● Work to complete:
For each line in the data below that holds "again", return a copy.

== Provided data

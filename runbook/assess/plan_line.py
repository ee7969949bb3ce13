"""One line of the plan: a step with its margins, hazards, sights and way back."""

from __future__ import annotations

from collections.abc import Sequence

from runbook.answers import (
    Empty,
    Hold,
    LineKind,
    Phase,
    PlanLine,
    QuickItem,
    SafetyMessage,
    Witness,
)
from runbook.assess.ahead import commits, look
from runbook.assess.hazards import effects
from runbook.assess.held import held_vent
from runbook.assess.needs import entry_needs, need_of, proved_by_height_alone, seal_items
from runbook.assess.phases import phases
from runbook.assess.scene import Scene
from runbook.assess.sights import line_sights
from runbook.assess.walk import Walked
from runbook.procedure.model import (
    CoolTo,
    DoStep,
    EmptyStep,
    HoldStep,
    LetDownTo,
    LetRiseTo,
    OpenContainment,
    Parked,
    QuickStep,
    Step,
    WarmTo,
    WitnessStep,
)
from runbook.procedure.model import QuickItem as QuickAct
from runbook.quantities import say_level


def plan_line(scene: Scene, walked: Sequence[Walked], index: int) -> PlanLine:
    """Line `index` of the walk, bound."""
    line = walked[index]
    step = line.step
    ahead = look(scene, walked, index, with_times=True)
    line_effects = effects(scene, line)
    sights, if_not = line_sights(scene, line)
    return PlanLine(
        number=line.number,
        part=line.part,
        kind=kind_of(step),
        text=text_of(step),
        who=step.who if isinstance(step, DoStep) else None,
        warning=_warning(step),
        effects=line_effects,
        committing=commits(scene, line),
        leans_on=_leans_on(scene, line),
        entry_needs=entry_needs(scene, walked, index),
        needs_charge_proof=line.warms and line.during.closed,
        opens_containment=_opens(scene, line),
        reads=tuple(need_of(scene, r) for r in step.read) if isinstance(step, DoStep) else (),
        hold=_hold(scene, step),
        witness=_witness(step),
        quick=_quick(scene, line),
        read_after=tuple(need_of(scene, r) for r in step.read_after) if isinstance(step, QuickStep) else (),
        empty=_empty(step),
        valves=_valves(scene, step),
        source=line.during.source if line.during.source != line.before.source else None,
        seals=line.seals,
        ahead=ahead.margins,
        left_alone=ahead.left_alone,
        phases=_phases(scene, walked, index),
        way_back=_way_back(scene, line),
        sights=sights,
        if_not=if_not,
        lasts_s=_lasts(line),
        falls=line.lets_down or isinstance(line.verb, CoolTo),
    )


def _phases(scene: Scene, walked: Sequence[Walked], index: int) -> tuple[Phase, ...]:
    """As the line leaves the vessel; of one that lets go of what it closes, closed as well."""
    line, proved = walked[index], _proved_by(walked, index)
    states = (line.during, line.after) if line.held is not None else (line.after,)
    found: list[Phase] = []
    for state in states:
        found += phases(
            scene,
            loaded=state.loaded,
            closed=state.closed,
            letting_down=state.letting_down,
            high_kg=state.high_kg,
            proved=proved,
            hot=state.hot,
            cold=state.cold,
            pressure=None,
            by_hand=held_vent(scene, state) is not None,
        )
    return tuple(dict.fromkeys(found))


def kind_of(step: Step | Parked) -> LineKind:
    """What a step asks of the person before it."""
    kinds = {
        HoldStep: LineKind.HOLD,
        WitnessStep: LineKind.WITNESS,
        QuickStep: LineKind.QUICK,
        EmptyStep: LineKind.EMPTY,
        Parked: LineKind.PARKED,
    }
    return kinds.get(type(step), LineKind.DO)


def text_of(step: Step | Parked) -> str:
    """One imperative sentence, the author's own where the author wrote one."""
    if isinstance(step, DoStep):
        return step.do
    if isinstance(step, HoldStep):
        return f"Stop: {step.hold.signed_by} signs before anything else is done"
    if isinstance(step, WitnessStep):
        return f"Call {step.witness.called}"
    if isinstance(step, QuickStep):
        return "; ".join(item.do for item in step.quick)
    if isinstance(step, EmptyStep):
        e = step.show_empty
        isolated = f"{e.isolator} open and " if e.isolator else ""
        return (
            f"Show that the vessel is empty: {e.vent} open and clear; {e.wall} warm again; "
            f"with {isolated}{e.vent} shut {e.low_gauge} stands still; {e.vent} open again and tagged"
        )
    return f"Leave the vessel at rest: heat {step.heat}, shield {step.shield}, key with {step.key_with}"


def _leans_on(scene: Scene, line: Walked) -> tuple[str, ...]:
    if line.warms and (not line.during.closed or proved_by_height_alone(scene)):
        # In the open there is no pressure to agree on; nor is there one where no gauge can be.
        return ()
    if line.warms:
        return ("temperature", "charge")
    if scene.comes_as_gas and line.lets_down and line.before.closed and line.before.low_kg <= 0.0:
        # Some of the gas has gone before, and nobody knows how much: there is nothing the gauge could agree with.
        return ()
    if line.lets_down and not line.seals:
        return ("pressure",)
    return ()


def _opens(scene: Scene, line: Walked) -> bool:
    openings = {o.tag for o in scene.apparatus.openings}
    opened = {t for t, p in line.during.valves.items() if p == "open" and line.before.valves.get(t) != "open"}
    was_filled = line.before.closed or line.before.letting_down
    return isinstance(line.verb, OpenContainment) or (bool(opened & openings) and was_filled)


def _proved_by(walked: Sequence[Walked], index: int) -> bool:
    """A weighing or height after closing stands before this line: while it lasts nothing is proved yet."""
    for line in walked[:index]:
        if not line.after.closed:
            continue
        step = line.step
        asked: tuple[object, ...] = ()
        if isinstance(step, DoStep):
            asked = step.read
        elif isinstance(step, QuickStep):
            asked = step.read_after
        elif isinstance(step, HoldStep) and step.hold.read is not None:
            asked = (step.hold.read,)
        if any(getattr(r, "what", "") in ("mass", "liquid height") for r in asked):
            return True
    return False


def _warning(step: Step | Parked) -> SafetyMessage | None:
    if not isinstance(step, DoStep | QuickStep) or step.warning is None:
        return None
    w = step.warning
    return SafetyMessage(w.word, w.hazard, w.could, w.avoid)


def _hold(scene: Scene, step: Step | Parked) -> Hold | None:
    if not isinstance(step, HoldStep):
        return None
    read = step.hold.read
    return Hold(step.hold.signed_by, step.hold.because, None if read is None else need_of(scene, read))


def _witness(step: Step | Parked) -> Witness | None:
    if not isinstance(step, WitnessStep):
        return None
    return Witness(step.witness.called, step.witness.because, step.witness.wait.value)


def _quick(scene: Scene, line: Walked) -> tuple[QuickItem, ...]:
    step = line.step
    if not isinstance(step, QuickStep):
        return ()
    sealing = seal_items(scene, line)
    return tuple(
        QuickItem(_quick_text(scene, i), i.latest.value, i.if_not, tuple(sorted(i.valves.items())), n in sealing)
        for n, i in enumerate(step.quick)
    )


def _quick_text(scene: Scene, item: QuickAct) -> str:
    """The author's words; where a hand holds a vent shut also how far it may come."""
    if not isinstance(item.path, LetRiseTo):
        return item.do
    unit = scene.instrument(item.path.read_on).dial.unit
    level = say_level(item.path.let_rise_to, unit, scene.barometer.middle_Pa)
    return f"{item.do}; let go at {level} on {item.path.read_on} at the latest"


def _empty(step: Step | Parked) -> Empty | None:
    if not isinstance(step, EmptyStep):
        return None
    e = step.show_empty
    return Empty(e.low_gauge, e.isolator or "", e.wall, e.vent)


def _valves(scene: Scene, step: Step | Parked) -> tuple[tuple[str, str], ...]:
    source = scene.apparatus.heat_source
    if not isinstance(step, DoStep):
        return ()
    return tuple(sorted((t, p) for t, p in step.valves.items() if source is None or t != source.tag))


def _way_back(scene: Scene, line: Walked) -> str:
    source = scene.apparatus.heat_source
    gauge = next((i.tag for i in scene.apparatus.instruments if i.reads == "pressure"), None)
    then = f" Then read {gauge}." if gauge else ""
    if line.warms and source is not None:
        return f"HEAT OFF: switch {source.tag} off." + then
    if line.held is not None:
        return f"LET GO of {line.held.vent}." + then
    if line.lets_down:
        tag = line.verb.through if isinstance(line.verb, LetDownTo) else "the vent"
        return f"SHUT {tag} only if the vessel is at rest with it shut; else leave it open and step back." + then
    return "STOP. Do nothing further in this step." + then


def _lasts(line: Walked) -> float | None:
    if isinstance(line.verb, WarmTo) and line.rate > 0.0:
        return max(0.0, line.during.hot - line.before.cold) / line.rate
    if isinstance(line.step, WitnessStep):
        return line.step.witness.wait.value
    return None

====

● Solution for this exercise:
            f"Show that the vessel is empty: {e.vent} open and clear; {e.wall} warm again; "
            f"with {isolated}{e.vent} shut {e.low_gauge} stands still; {e.vent} open again and tagged"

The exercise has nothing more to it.